> _RECORDED DATA_
*****
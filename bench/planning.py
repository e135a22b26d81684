"""Planning primitives shared by every step kind: capabilities, segments, poses, actions, estimates.

Pure computation: nothing here touches an instrument. Each step kind (``bench.steps``) lays its
actions out with these pieces; :mod:`bench.planner` walks the steps and adds the totals.

Estimates used (all stated in the plan text):

* sweep points: ``ceil(span / step) + 1`` with ``step = rbw / 2`` by default (common CISPR 16
  practice: the worst-case scalloping of a Gaussian RBW is then 1.5 dB), split into equal
  contiguous segments when the analyzer has fewer points than that;
* sweep time per segment: ``max(k * span / RBW^2, min_sweep_time)`` (``RBW * VBW`` in the
  denominator when VBW < RBW; the swept-analyzer relation, k = 2-3 for analog filters, common
  practice); ``points * dwell`` when a dwell is given;
* transfer: ``points * bytes per point / rate + command overhead`` per segment (the bytes per
  point of the profile's trace format: 4 for REAL,32, 8 for REAL,64, about 12 for ASCII);
* stage moves: trapezoidal velocity profile (feed, acceleration) per axis move, and every XY
  move is lift to ``safe_z``, travel, lower;
* mast and turntable: constant speed.
"""

from __future__ import annotations

import math
from dataclasses import dataclass, field
from typing import Mapping, Optional

import numpy as np

from bench.errors import PlanError, SafetyLimitError
from bench.stagelimits import StageLimits
from bench.sweepsettings import SweepSettings
from bench.units import format_hz
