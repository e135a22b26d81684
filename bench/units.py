"""Quantities with units at the boundaries, SI floats inside.

Text such as ``"120 kHz"``, ``"2.5 mm"``, ``"-20 dBm"`` or ``"200 ms"`` enters through
:func:`parse`; everything past that point is a plain float in SI units (Hz, m, s, deg) or in a
named dB reference (dBm, dB, dBuV, dBuV/m, dBuA/m), with the unit in the variable name.

The dB conversions follow the usual definitions (reference sheet §4):

* dBuV = dBm + 10*log10(Z/ohm) + 90, i.e. dBm + 106.99 for 50 ohm;
* dBuA/m = dBuV/m - 20*log10(eta0), eta0 = 376.73 ohm (plane wave), i.e. minus 51.52 dB;
* dBpT = dBuA/m + 20*log10(mu0 * 1e6) = dBuA/m + 1.98.
"""

from __future__ import annotations

import math
import re

import numpy as np

from bench.errors import UnitError

__all__ = [
    "C0_M_PER_S",
    "ETA0_OHM",
    "MU0_H_PER_M",
    "EPS0_F_PER_M",
    "DIMENSIONS",
    "dimension_word",
    "parse",
    "format_hz",
    "dbm_to_dbuv",
    "dbuv_to_dbm",
    "dbuv_per_m_to_dbua_per_m",
    "dbua_per_m_to_dbuv_per_m",
    "dbua_per_m_to_dbpt",
    "uv_per_m_to_dbuv_per_m",
    "dbuv_per_m_to_uv_per_m",
    "db_to_linear_amplitude",
    "linear_amplitude_to_db",
]

C0_M_PER_S = 299_792_458.0
MU0_H_PER_M = 1.25663706212e-6  # CODATA 2018
EPS0_F_PER_M = 1.0 / (MU0_H_PER_M * C0_M_PER_S**2)
ETA0_OHM = math.sqrt(MU0_H_PER_M / EPS0_F_PER_M)  # 376.730 ohm

# unit spelling -> factor to SI (or offset for dB units: factor 1, same reference)
_UNITS: dict[str, dict[str, float]] = {
    "frequency": {"hz": 1.0, "khz": 1e3, "mhz": 1e6, "ghz": 1e9},
    "length": {"m": 1.0, "cm": 1e-2, "mm": 1e-3, "um": 1e-6, "µm": 1e-6, "km": 1e3, "in": 0.0254},
    "time": {"s": 1.0, "ms": 1e-3, "us": 1e-6, "µs": 1e-6, "ns": 1e-9, "min": 60.0, "h": 3600.0},
    "angle": {"deg": 1.0, "°": 1.0},
    "speed": {"mm/s": 1e-3, "m/s": 1.0, "mm/min": 1e-3 / 60.0, "cm/s": 1e-2},
    "angular_speed": {"deg/s": 1.0},
    "acceleration": {"mm/s2": 1e-3, "mm/s^2": 1e-3, "m/s2": 1.0, "m/s^2": 1.0},
    "dbm": {"dbm": 1.0},
    "db": {"db": 1.0},
    "dbuv": {"dbuv": 1.0, "dbµv": 1.0},
    "dbuv_per_m": {"dbuv/m": 1.0, "dbµv/m": 1.0},
    "dbua_per_m": {"dbua/m": 1.0, "dbµa/m": 1.0},
    "inductance": {"h": 1.0, "uh": 1e-6, "µh": 1e-6, "nh": 1e-9},
    "capacitance": {"f": 1.0, "pf": 1e-12, "nf": 1e-9, "uf": 1e-6, "µf": 1e-6},
    "resistance": {"ohm": 1.0, "Ω": 1.0, "kohm": 1e3},
    "current": {"a": 1.0, "ma": 1e-3, "ua": 1e-6, "µa": 1e-6},
    "voltage": {"v": 1.0, "mv": 1e-3, "uv": 1e-6, "µv": 1e-6},
    "area": {"m2": 1.0, "cm2": 1e-4, "mm2": 1e-6},
    "data_rate": {"b/s": 1.0, "kb/s": 1e3, "mb/s": 1e6},
}

#: Example text for each dimension, used in error hints.
DIMENSIONS: dict[str, str] = {
    "frequency": '"120 kHz"',
    "length": '"2.5 mm"',
    "time": '"200 ms"',
    "angle": '"45 deg"',
    "speed": '"50 mm/s"',
    "angular_speed": '"20 deg/s"',
    "acceleration": '"500 mm/s2"',
    "dbm": '"-20 dBm"',
    "db": '"10 dB"',
    "dbuv": '"40 dBuV"',
    "dbuv_per_m": '"40 dBuV/m"',
    "dbua_per_m": '"-11.5 dBuA/m"',
    "inductance": '"20 nH"',
    "capacitance": '"2 pF"',
    "resistance": '"50 ohm"',
    "current": '"10 mA"',
    "voltage": '"3.3 V"',
    "area": '"1 cm2"',
    "data_rate": '"1 MB/s"',
}

_NUMBER = r"[-+]?(?:\d+(?:\.\d*)?|\.\d+)(?:[eE][-+]?\d+)?"
_QUANTITY = re.compile(rf"^\s*({_NUMBER})\s*([^\s\d].*?)?\s*$")


#: How a dimension is named in messages, where its key is not an English word.
_WORDS = {
    "db": "level in dB",
    "dbm": "power in dBm",
    "dbuv": "voltage in dBuV",
    "dbuv_per_m": "field strength in dBuV/m",
    "dbua_per_m": "field strength in dBuA/m",
}


def dimension_word(dimension: str) -> str:
    """The words for a key of :data:`DIMENSIONS` in messages: ``"db"`` -> ``"level in dB"``."""
    return _WORDS.get(dimension, dimension.replace("_", " "))


def _a(dimension: str) -> str:
    """The dimension's words with an English indefinite article: 'an angle', 'a frequency'."""
    word = dimension_word(dimension)
    return f"an {word}" if word[:1] in "aeiou" else f"a {word}"


def parse(value: object, dimension: str) -> float:
    """Parse a quantity string into SI units (or the dB reference of ``dimension``).

    Parameters
    ----------
    value : object
        The text from a file, e.g. ``"120 kHz"``. A bare number is refused: where a unit
        matters, the file must say it.
    dimension : str
        One of :data:`DIMENSIONS` (``"frequency"``, ``"length"``, ``"time"``, ``"dbm"``, ...).

    Returns
    -------
    float
        The value in SI units: Hz, m, s, deg, m/s, deg/s, m/s^2, or dBm / dB / dBuV ...

    Raises
    ------
    UnitError
        One line naming the text, the dimension expected and an example.
    """
    example = DIMENSIONS[dimension]
    if isinstance(value, bool) or not isinstance(value, (str, int, float)):
        raise UnitError(f"expected {_a(dimension)} like {example}, found {value!r}")
    if isinstance(value, (int, float)):
        raise UnitError(
            f"expected {_a(dimension)} like {example}, found the bare number {value!r} "
            "(write the unit, in quotes)"
        )
    match = _QUANTITY.match(value)
    if not match:
        raise UnitError(f"expected {_a(dimension)} like {example}, found {value!r}")
    number, unit = match.group(1), (match.group(2) or "")
    if not unit:
        raise UnitError(
            f"expected {_a(dimension)} like {example}, found {value!r} with no unit"
        )
    table = _UNITS[dimension]
    factor = table.get(unit.strip().lower().replace(" ", ""))
    if factor is None:
        known = ", ".join(sorted({u for u in table}))
        raise UnitError(
            f"expected {_a(dimension)} like {example}, found unit {unit!r} in {value!r} "
            f"(known: {known})"
        )
    result = float(number) * factor
    if not math.isfinite(result):
        raise UnitError(f"expected a finite {dimension_word(dimension)}, found {value!r}")
    return result


def format_hz(freq_hz: float) -> str:
    """Human text for a frequency, e.g. ``format_hz(1.2e8) == '120 MHz'``."""
    for unit, scale in (("GHz", 1e9), ("MHz", 1e6), ("kHz", 1e3)):
        if abs(freq_hz) >= scale:
            return f"{freq_hz / scale:.6g} {unit}"
    return f"{freq_hz:.6g} Hz"


def dbm_to_dbuv(dbm, impedance_ohm: float = 50.0):
    """Power in dBm across ``impedance_ohm`` to voltage in dBuV (50 ohm: +106.99 dB)."""
    return _shift(dbm, 10.0 * math.log10(impedance_ohm) + 90.0)


def dbuv_to_dbm(dbuv, impedance_ohm: float = 50.0):
    """Voltage in dBuV across ``impedance_ohm`` to power in dBm (50 ohm: -106.99 dB)."""
    return _shift(dbuv, -(10.0 * math.log10(impedance_ohm) + 90.0))


_ETA0_DB = 20.0 * math.log10(ETA0_OHM)  # 51.52 dB
_MU0_UT_DB = 20.0 * math.log10(MU0_H_PER_M * 1e6)  # 1.98 dB


def dbuv_per_m_to_dbua_per_m(dbuv_per_m):
    """Plane-wave E field in dBuV/m to H field in dBuA/m (minus 51.52 dB)."""
    return _shift(dbuv_per_m, -_ETA0_DB)


def dbua_per_m_to_dbuv_per_m(dbua_per_m):
    """Plane-wave H field in dBuA/m to E field in dBuV/m (plus 51.52 dB)."""
    return _shift(dbua_per_m, _ETA0_DB)


def dbua_per_m_to_dbpt(dbua_per_m):
    """H in dBuA/m to flux density B in dBpT in free space (plus 1.98 dB)."""
    return _shift(dbua_per_m, _MU0_UT_DB)


def uv_per_m_to_dbuv_per_m(uv_per_m):
    """Field strength in uV/m to dBuV/m (20*log10)."""
    return linear_amplitude_to_db(uv_per_m)


def dbuv_per_m_to_uv_per_m(dbuv_per_m):
    """Field strength in dBuV/m to uV/m."""
    return db_to_linear_amplitude(dbuv_per_m)


def db_to_linear_amplitude(db):
    """20*log10 inverse: 10**(db/20)."""
    out = np.power(10.0, np.asarray(db, dtype=float) / 20.0)
    return out if np.ndim(db) else float(out)


def linear_amplitude_to_db(amplitude):
    """20*log10(amplitude); amplitude must be positive."""
    arr = np.asarray(amplitude, dtype=float)
    out = 20.0 * np.log10(arr)
    return out if np.ndim(amplitude) else float(out)


def _shift(value, offset_db: float):
    return np.asarray(value, dtype=float) + offset_db if np.ndim(value) else float(value) + offset_db
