"""Export a run for other tools: CSV with human column names and units, Parquet for analysis.

CSV (a spreadsheet, a colleague):

* ``traces.csv``: one row per stored trace, its settings and pose;
* ``spectra-<step>.csv``: every trace point, the analyzer reading (dBµV at its input) and beside
  it the level corrected through the step's transducer chain, in the step's unit;
* ``results.csv``: suspects and final readings with limits and margins.

Parquet (with ``pyarrow``): ``traces.parquet``, ``spectra.parquet`` (all steps, long format,
machine column names with units: ``freq_hz``, ``reading_dbuv``, ``level``, ``unit``) and
``results.parquet``.
"""

from __future__ import annotations

from pathlib import Path

import numpy as np
import pandas as pd

from bench.analysis import runview
from bench.analysis.verdict import UNIT_TEXT
from bench.errors import BenchError, ConfigError, StoreError
from bench.htmlkit import safe_name

__all__ = ["export_run"]

_TRACE_HEADINGS = {
    "id": "Trace", "step_label": "Step", "step_kind": "Kind", "segment": "Segment",
    "start_hz": "Start (Hz)", "stop_hz": "Stop (Hz)", "points": "Points", "rbw_hz": "RBW (Hz)",
    "vbw_hz": "VBW (Hz)", "detector": "Detector", "trace_mode": "Trace mode", "sweeps": "Sweeps",
    "board_powered": "Board powered", "x_m": "Probe x on board (m)", "y_m": "Probe y on board (m)",
    "z_m": "Probe height above board (m)", "rotation_deg": "Probe rotation (°)", "probe": "Probe",
    "height_m": "Antenna height (m)", "polarization": "Polarization", "azimuth_deg": "Azimuth (°)",
}


def export_run(run, out_dir: Path, *, parquet: bool = False) -> list[Path]:
    """Write the CSV (and Parquet) files of an open run; returns the files written.

    Raises
    ------
    StoreError
        The export folder cannot be created or written.
    ConfigError
        Parquet asked for without pyarrow installed.
    """
    out_dir = Path(out_dir)
    if parquet:
        _need_pyarrow()
    meta = run.traces()  # a damaged database fails here, before anything is written
    if out_dir.exists() and not out_dir.is_dir():
        raise ConfigError(f"{out_dir}: expected a folder for the export, found a file")
    try:
        out_dir.mkdir(parents=True, exist_ok=True)
        return _write_all(run, meta, out_dir, parquet)
    except OSError as exc:
        raise StoreError(f"{out_dir}: cannot write the export: {exc.strerror or exc}") from None


def _need_pyarrow() -> None:
    try:
        import pyarrow  # noqa: F401
    except ImportError as exc:
        raise ConfigError("--parquet needs pyarrow: pip install 'emission-bench[parquet]'") from exc


def _write_all(run, meta: pd.DataFrame, out_dir: Path, parquet: bool) -> list[Path]:
    written = [_csv(_trace_table(meta), out_dir / "traces.csv")]
    spectra = []
    for label, group in meta.groupby("step_label", sort=False):
        table = _spectra(run, label, group)
        spectra.append(table)
        written.append(_csv(_human_spectra(table), out_dir / f"spectra-{safe_name(label)}.csv"))
    results = run.results()
    if not results.empty:
        written.append(_csv(_human_results(results), out_dir / "results.csv"))
    if parquet:
        written += _parquet(meta, spectra, results, out_dir)
    return written


def _csv(table: pd.DataFrame, path: Path) -> Path:
    table.to_csv(path, index=False)
    return path


def _trace_table(meta: pd.DataFrame) -> pd.DataFrame:
    table = meta.drop(columns=[c for c in ("unit", "t_wall", "action_index") if c in meta.columns])
    table.insert(len(table.columns), "Time (UTC)",
                 pd.to_datetime(meta["t_wall"], unit="s").dt.strftime("%Y-%m-%dT%H:%M:%S.%fZ"))
    return table.rename(columns=_TRACE_HEADINGS)


def _spectra(run, label: str, group: pd.DataFrame) -> pd.DataFrame:
    """Long table of a step: trace id, frequency, reading (dBµV) and corrected level."""
    try:
        chain = runview.step_chain(run, label)
        unit = runview.step_info(run, label).get("unit", "dbuv")
    except BenchError:
        chain, unit = None, "dbuv"
    parts = []
    for tid in group["id"]:
        f, v = run.trace(int(tid))
        level = v if chain is None else chain.correct(f, v)
        parts.append(pd.DataFrame({"trace_id": int(tid), "step": label, "freq_hz": f,
                                   "reading_dbuv": v.astype(float), "level": np.asarray(level, float),
                                   "unit": unit}))
    return pd.concat(parts, ignore_index=True)


def _human_spectra(table: pd.DataFrame) -> pd.DataFrame:
    unit = UNIT_TEXT.get(str(table["unit"].iloc[0]), str(table["unit"].iloc[0]))
    out = pd.DataFrame({"Trace": table["trace_id"], "Frequency (Hz)": table["freq_hz"].round(1),
                        "Reading (dBµV)": table["reading_dbuv"].round(3),
                        f"Level ({unit})": table["level"].round(3)})
    return out


def _human_results(results: pd.DataFrame) -> pd.DataFrame:
    units = set(results["unit"].dropna())
    unit = UNIT_TEXT.get(units.pop(), "") if len(units) == 1 else ""
    suffix = f" ({unit})" if unit else ""
    out = pd.DataFrame({
        "Step": results["step_label"], "Frequency (Hz)": results["freq_hz"].round(1),
        f"Level{suffix}": results["level"].round(2), f"Limit{suffix}": results["limit_level"].round(2),
        "Margin (dB)": results["margin_db"].round(2), "Detector": results["detector"],
        "Status": results["status"], "Polarization": results["polarization"],
        "Antenna height (m)": results["height_m"], "Azimuth (°)": results["azimuth_deg"],
        "Note": results["note"], "Transducer chain": results["chain"]})
    if not unit:
        out.insert(3, "Unit", results["unit"].map(lambda u: UNIT_TEXT.get(u, u)))
    return out


def _parquet(meta, spectra, results, out_dir: Path) -> list[Path]:
    paths = [out_dir / "traces.parquet", out_dir / "spectra.parquet"]
    meta.to_parquet(paths[0], index=False)
    spectra_all = pd.concat(spectra, ignore_index=True) if spectra else pd.DataFrame()
    spectra_all.to_parquet(paths[1], index=False)
    if not results.empty:
        paths.append(out_dir / "results.parquet")
        results.to_parquet(paths[-1], index=False)
    return paths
*****
> _YOUR ASSIGNMENT_
"Estimates used (all" marks the last line to print; print everything from the first line of the data through that line, unchanged, and nothing more.

> _RESPONSE_
filename bench/planning.py
repository e135a22b26d81684
"""Planning primitives shared by every step kind: capabilities, segments, poses, actions, estimates.

Pure computation: nothing here touches an instrument. Each step kind (``bench.steps``) lays its
actions out with these pieces; :mod:`bench.planner` walks the steps and adds the totals.

Estimates used (all stated in the plan text):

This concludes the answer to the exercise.